* _WHAT THE TASK REQUIRES_
Note how many lines of the material that follows include the string "stringify", and state only that number.

*** Opening of SOURCE INFORMATION ***

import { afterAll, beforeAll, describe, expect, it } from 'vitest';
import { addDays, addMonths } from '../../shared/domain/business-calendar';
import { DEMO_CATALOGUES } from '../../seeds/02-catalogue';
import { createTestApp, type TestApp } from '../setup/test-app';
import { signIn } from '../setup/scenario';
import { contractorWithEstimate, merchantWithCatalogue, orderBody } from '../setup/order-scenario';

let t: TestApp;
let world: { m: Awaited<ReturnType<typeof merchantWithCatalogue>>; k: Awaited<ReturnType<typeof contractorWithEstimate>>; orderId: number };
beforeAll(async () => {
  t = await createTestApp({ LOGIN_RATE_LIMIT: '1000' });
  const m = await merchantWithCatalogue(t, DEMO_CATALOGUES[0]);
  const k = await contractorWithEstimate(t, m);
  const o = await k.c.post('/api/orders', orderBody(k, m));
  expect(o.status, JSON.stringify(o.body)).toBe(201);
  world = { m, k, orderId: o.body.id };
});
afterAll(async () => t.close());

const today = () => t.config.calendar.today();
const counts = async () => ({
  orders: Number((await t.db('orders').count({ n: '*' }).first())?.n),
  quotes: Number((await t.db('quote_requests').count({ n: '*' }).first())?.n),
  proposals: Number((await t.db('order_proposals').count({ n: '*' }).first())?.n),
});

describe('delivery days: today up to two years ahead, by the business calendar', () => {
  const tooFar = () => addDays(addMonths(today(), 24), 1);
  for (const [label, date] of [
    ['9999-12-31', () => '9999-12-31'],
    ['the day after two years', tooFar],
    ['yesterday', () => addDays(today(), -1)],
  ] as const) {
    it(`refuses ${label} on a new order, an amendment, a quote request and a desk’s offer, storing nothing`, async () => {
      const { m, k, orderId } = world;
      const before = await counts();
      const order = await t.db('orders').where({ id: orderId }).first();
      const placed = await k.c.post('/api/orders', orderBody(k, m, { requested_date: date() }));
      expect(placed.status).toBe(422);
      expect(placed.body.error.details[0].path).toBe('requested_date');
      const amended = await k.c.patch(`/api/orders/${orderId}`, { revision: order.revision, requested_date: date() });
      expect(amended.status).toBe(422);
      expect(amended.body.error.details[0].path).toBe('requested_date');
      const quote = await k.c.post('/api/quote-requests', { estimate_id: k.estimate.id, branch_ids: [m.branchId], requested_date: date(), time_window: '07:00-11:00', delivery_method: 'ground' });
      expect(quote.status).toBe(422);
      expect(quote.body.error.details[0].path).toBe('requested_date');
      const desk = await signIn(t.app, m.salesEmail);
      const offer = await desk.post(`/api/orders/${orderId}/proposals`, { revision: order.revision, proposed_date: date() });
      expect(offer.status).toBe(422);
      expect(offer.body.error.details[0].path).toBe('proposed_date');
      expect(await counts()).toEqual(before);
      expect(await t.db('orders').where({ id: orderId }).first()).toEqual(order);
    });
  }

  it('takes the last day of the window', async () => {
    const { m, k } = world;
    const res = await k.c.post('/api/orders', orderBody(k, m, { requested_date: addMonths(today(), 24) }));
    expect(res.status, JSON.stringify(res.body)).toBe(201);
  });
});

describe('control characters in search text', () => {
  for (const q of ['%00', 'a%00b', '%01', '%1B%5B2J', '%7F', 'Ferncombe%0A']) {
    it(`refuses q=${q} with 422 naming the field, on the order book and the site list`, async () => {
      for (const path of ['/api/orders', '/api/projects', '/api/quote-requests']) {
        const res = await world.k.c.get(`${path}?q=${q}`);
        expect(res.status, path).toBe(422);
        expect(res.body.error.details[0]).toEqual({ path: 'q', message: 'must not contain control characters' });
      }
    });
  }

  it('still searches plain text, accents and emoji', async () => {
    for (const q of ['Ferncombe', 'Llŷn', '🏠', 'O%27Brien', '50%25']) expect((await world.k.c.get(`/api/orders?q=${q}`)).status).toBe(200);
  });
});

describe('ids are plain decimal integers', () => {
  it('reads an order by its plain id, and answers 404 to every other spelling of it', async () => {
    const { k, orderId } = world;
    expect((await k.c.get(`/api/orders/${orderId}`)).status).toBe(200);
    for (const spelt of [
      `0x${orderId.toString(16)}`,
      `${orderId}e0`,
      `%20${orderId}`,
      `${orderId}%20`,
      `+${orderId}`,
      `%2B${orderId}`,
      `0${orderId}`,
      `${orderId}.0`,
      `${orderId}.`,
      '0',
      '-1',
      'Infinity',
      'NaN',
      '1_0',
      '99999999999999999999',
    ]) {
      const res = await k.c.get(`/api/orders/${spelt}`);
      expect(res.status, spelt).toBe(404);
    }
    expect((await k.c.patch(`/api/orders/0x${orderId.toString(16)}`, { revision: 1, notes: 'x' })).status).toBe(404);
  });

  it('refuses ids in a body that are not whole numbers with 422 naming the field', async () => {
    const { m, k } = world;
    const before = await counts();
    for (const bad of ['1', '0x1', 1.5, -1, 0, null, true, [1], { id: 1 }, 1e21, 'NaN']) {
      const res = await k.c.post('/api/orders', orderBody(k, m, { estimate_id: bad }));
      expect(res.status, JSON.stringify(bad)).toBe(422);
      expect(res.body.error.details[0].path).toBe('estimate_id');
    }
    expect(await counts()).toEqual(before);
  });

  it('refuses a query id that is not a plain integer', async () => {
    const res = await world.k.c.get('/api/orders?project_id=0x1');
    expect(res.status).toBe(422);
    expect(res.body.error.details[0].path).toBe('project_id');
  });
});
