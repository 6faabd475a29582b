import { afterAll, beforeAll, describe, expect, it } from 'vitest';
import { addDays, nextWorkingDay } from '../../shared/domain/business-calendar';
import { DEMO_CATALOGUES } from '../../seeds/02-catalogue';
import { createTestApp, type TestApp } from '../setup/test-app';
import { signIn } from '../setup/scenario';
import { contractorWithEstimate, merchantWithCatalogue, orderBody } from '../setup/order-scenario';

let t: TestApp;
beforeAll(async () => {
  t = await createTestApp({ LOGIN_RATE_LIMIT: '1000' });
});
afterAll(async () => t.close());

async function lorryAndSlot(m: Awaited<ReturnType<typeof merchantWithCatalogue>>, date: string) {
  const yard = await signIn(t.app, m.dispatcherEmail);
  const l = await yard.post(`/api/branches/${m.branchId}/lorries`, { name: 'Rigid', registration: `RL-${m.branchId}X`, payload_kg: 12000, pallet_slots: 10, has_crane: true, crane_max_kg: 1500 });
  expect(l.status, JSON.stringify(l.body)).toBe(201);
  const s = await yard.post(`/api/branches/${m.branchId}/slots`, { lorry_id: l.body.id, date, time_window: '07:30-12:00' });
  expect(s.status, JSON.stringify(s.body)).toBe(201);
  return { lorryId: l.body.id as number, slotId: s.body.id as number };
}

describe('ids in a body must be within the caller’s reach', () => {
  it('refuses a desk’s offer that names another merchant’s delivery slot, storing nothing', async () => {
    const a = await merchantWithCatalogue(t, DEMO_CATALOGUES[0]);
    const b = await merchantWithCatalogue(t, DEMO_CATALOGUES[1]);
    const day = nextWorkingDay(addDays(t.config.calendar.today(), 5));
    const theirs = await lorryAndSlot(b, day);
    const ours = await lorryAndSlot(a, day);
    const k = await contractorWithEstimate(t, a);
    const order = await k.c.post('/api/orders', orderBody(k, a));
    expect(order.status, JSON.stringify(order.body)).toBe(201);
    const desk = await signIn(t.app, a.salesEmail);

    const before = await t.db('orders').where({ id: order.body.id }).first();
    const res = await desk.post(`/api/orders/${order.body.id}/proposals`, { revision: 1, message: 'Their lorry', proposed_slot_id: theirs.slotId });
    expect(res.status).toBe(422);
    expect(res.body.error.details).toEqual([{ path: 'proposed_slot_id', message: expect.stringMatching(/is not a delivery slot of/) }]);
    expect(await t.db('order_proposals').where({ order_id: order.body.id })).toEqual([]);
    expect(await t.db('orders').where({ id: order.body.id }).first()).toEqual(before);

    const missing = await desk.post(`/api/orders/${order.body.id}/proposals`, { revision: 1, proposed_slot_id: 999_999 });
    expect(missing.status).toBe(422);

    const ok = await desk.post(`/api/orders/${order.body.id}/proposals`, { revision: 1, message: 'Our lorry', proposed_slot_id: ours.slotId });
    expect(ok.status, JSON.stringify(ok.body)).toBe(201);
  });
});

*** Close of SOURCE INFORMATION ***

* _OUTPUT OF THE EXERCISE_
7